5253 sayılı Dernekler Kanununun 15. maddesinde, feshedilen veya münfesih hale düşen derneklerin para, mal ve haklarının tasfiyesi tüzüklerinde gösterilen esaslara göre yapılacağı belirtilerek tasfiye hususunda dernek genel kurulu tarafından bir karar alınmamış veya genel kurul toplanamamışsa yahut dernek mahkeme kararıyla feshedilmişse, derneğin bütün para, mal ve haklarının mahkeme kararıyla tasfiye edileceği açıklanmıştır. Derneklerin tasfiyesinin nasıl yapılacağı Dernekler Yönetmeliğinde ayrıntılı düzenlenmiş olup Yönetmeliğin 89. maddesinde, genel kurul kararı ile feshedilen veya kendiliğinden sona erdiği tespit edilen derneğin para, mal ve haklarının tasfiyesi, tüzüğünde gösterilen esaslara göre yapılacağı, derneğin mahkeme kararı ile feshedilmesi halinde, derneğin bütün para, mal ve hakları, mahkeme kararıyla bulunduğu ildeki amacına en yakın ve kapatıldığı tarihte en fazla üyeye sahip derneğe devredileceği, bu derneklerin para, mal ve haklarının tasfiyesinin mahkeme kararında belirtilen esaslara göre yapılacağı ve tasfiyenin tamamlanmasını müteakip, durumun ilgili mülki idare amirliğine bildirileceği düzenlenmiştir. Dernekler Kanununda tasfiye konusunda hangi mahkemenin görevli olduğu açıkça gösterilmemiştir. Bu durumda görevli mahkeme genel hükümlere göre belirlenecektir.

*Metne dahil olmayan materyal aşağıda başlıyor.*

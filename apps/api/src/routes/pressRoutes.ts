import { Router, type RequestHandler } from 'express';
import { PressCreate, PressUpdate } from '@kerfmark/contracts';
import { parse, parseId } from '../lib/parse';
import { allow } from '../middleware/allow';
import type { Services } from '../services';

/** A printer's die-cutting presses: every member reads them, the admin keeps them. */
export function pressRoutes(services: Services, requireAuth: RequestHandler): Router {
  const router = Router();
  router.use(requireAuth, allow({ kind: 'printer' }));
  const adminOnly = allow({ roles: ['admin'] });

  router.get('/', async (req, res) => {
    res.json(await services.presses.list(req.user!));
  });

  router.post('/', adminOnly, async (req, res) => {
    res.status(201).json(await services.presses.create(req.user!, parse(PressCreate, req.body)));
  });

  router.patch('/:id', adminOnly, async (req, res) => {
    const id = parseId(req.params.id, 'That press');
    res.json(await services.presses.update(req.user!, id, parse(PressUpdate, req.body)));
  });

  return router;
}
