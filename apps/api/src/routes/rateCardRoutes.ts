import { Router, type RequestHandler } from 'express';
import { EstimateQuery, RateCardInput } from '@kerfmark/contracts';
import { parse, parseId } from '../lib/parse';
import { allow } from '../middleware/allow';
import type { Services } from '../services';

/** The die shop's rate card: its people read it and estimate from it; its admin saves it. */
export function rateCardRoutes(services: Services, requireAuth: RequestHandler): Router {
  const router = Router();
  const shop = [requireAuth, allow({ kind: 'die_shop' })];
  const admin = [requireAuth, allow({ kind: 'die_shop', roles: ['admin'] })];

  router.get('/rate-card', ...shop, async (req, res) => {
    res.json({ rateCard: await services.rateCards.get(req.user!) });
  });
  router.put('/rate-card', ...admin, async (req, res) => {
    res.json(await services.rateCards.save(req.user!, parse(RateCardInput, req.body)));
  });
  router.get('/rate-card/calibration', ...shop, async (req, res) => {
    res.json(await services.rateCards.calibration(req.user!));
  });
  router.get('/requests/:id/estimate', ...shop, async (req, res) => {
    const query = parse(EstimateQuery, req.query);
    res.json(await services.rateCards.estimate(req.user!, parseId(req.params.id, 'That die request'), query));
  });
  return router;
}
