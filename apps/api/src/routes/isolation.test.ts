import request from 'supertest';
import { beforeAll, describe, expect, it } from 'vitest';
import { Invitation } from '../models';
import { app, createPress, createWorld, type World } from '../test/harness';

let a: World;
let b: World;
let pressOfA: number;
let invitationOfA: number;

beforeAll(async () => {
  [a, b] = await Promise.all([createWorld(), createWorld()]);
  pressOfA = (await createPress(a.printer)).id;
  const invited = await request(app)
    .post('/api/users')
    .set('Authorization', `Bearer ${a.tokens.printerAdmin}`)
    .send({ email: `isolated-${Date.now()}@test.example`, name: 'Isolated Person', role: 'buyer' });
  invitationOfA = invited.body.id;
  expect(await Invitation.query().findById(invitationOfA)).toBeTruthy();
});

// Another organisation's records are a plain 404 with no data: not a 403 that confirms they exist.
describe('cross-organisation isolation', () => {
  it('hides another printer’s press', async () => {
    const res = await request(app)
      .patch(`/api/presses/${pressOfA}`)
      .set('Authorization', `Bearer ${b.tokens.printerAdmin}`)
      .send({ name: 'Taken over' });
    expect(res.status).toBe(404);
    expect(res.body).toEqual({ error: { code: 'not_found', message: 'That press was not found.' } });
  });

  it('hides another organisation’s users', async () => {
    const res = await request(app)
      .patch(`/api/users/${a.users.buyer.id}`)
      .set('Authorization', `Bearer ${b.tokens.printerAdmin}`)
      .send({ status: 'disabled' });
    expect(res.status).toBe(404);
    expect(JSON.stringify(res.body)).not.toContain(a.users.buyer.email);
  });

  it('hides another organisation’s invitations', async () => {
    for (const action of ['resend', 'revoke']) {
      const res = await request(app)
        .post(`/api/invitations/${invitationOfA}/${action}`)
        .set('Authorization', `Bearer ${b.tokens.printerAdmin}`);
      expect(res.status).toBe(404);
    }
  });

  it('lists only the caller’s own people, presses and invitations', async () => {
    const auth = { Authorization: `Bearer ${b.tokens.printerAdmin}` };
    const users = await request(app).get('/api/users').set(auth);
    expect(users.body.map((u: { email: string }) => u.email)).not.toContain(a.users.buyer.email);
    expect(users.body).toHaveLength(3);
    const presses = await request(app).get('/api/presses').set(auth);
    expect(presses.body.map((p: { id: number }) => p.id)).not.toContain(pressOfA);
    const invitations = await request(app).get('/api/invitations').set(auth);
    expect(invitations.body.map((i: { id: number }) => i.id)).not.toContain(invitationOfA);
  });

  it('answers a malformed id like a missing one', async () => {
    for (const id of ['abc', '-1', '0', '99999999999', '1.5']) {
      const res = await request(app).patch(`/api/presses/${id}`).set('Authorization', `Bearer ${a.tokens.printerAdmin}`).send({ name: 'x' });
      expect(res.status).toBe(404);
    }
  });
});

6100 sayılı Hukuk Muhakemeleri Kanununun görevin belirlenmesi ve niteliği başlıklı 1. maddesinde, mahkemelerin görevinin ancak kanunla düzenleneceği ve göreve ilişkin kuralların kamu düzeninden olduğu belirlendiğinden bu hususun mahkemelerce yargılamanın her aşamasında kendiliğinden dikkate alınması gerekir. Aynı Kanunun 2. maddesinde ise şahıs varlığına ilişkin davalarda görevli mahkemenin aksine bir düzenleme bulunmadıkça asliye hukuk mahkemesi olduğu ve HMK"da ve diğer kanunlarda aksine düzenleme bulunmadıkça, asliye hukuk mahkemesinin diğer dava ve işler bakımından da görevli olduğu hükme bağlanmıştır.
Somut olayda dava dilekçesinde, 04.05.2008 tarihinde fesih kararı alan "..."nin 05.05.2008 tarihli tasfiye kurulu tutanağı ile yapılan tasfiyesinin usulsüz olduğu, usulsüz tasfiyenin tespiti ile adı geçen derneğin tasfiyesi istenilmiştir. Yukarıda gösterilen yasal düzenlemeler dikkate alındığında, davanın şahıs varlığına ilişkin çekişmeli olarak açılan derneğin tasfiyesi istemine yönelik olması ve asliye hukuk mahkemesinin görev alanına girmesi nedeniyle uyuşmazlığın ... 2. Asliye Hukuk Mahkemesince görülüp sonuçlandırılması gerekir.
SONUÇ: Yukarıda açıklanan nedenlerle, 6100 sayılı HMK’nın 21 ve 22. maddeleri gereğince ... 2. Asliye Hukuk Mahkemesinin YARGI YERİ OLARAK BELİRLENMESİNE 21/09/2016 gününde oy birliğiyle karar verildi.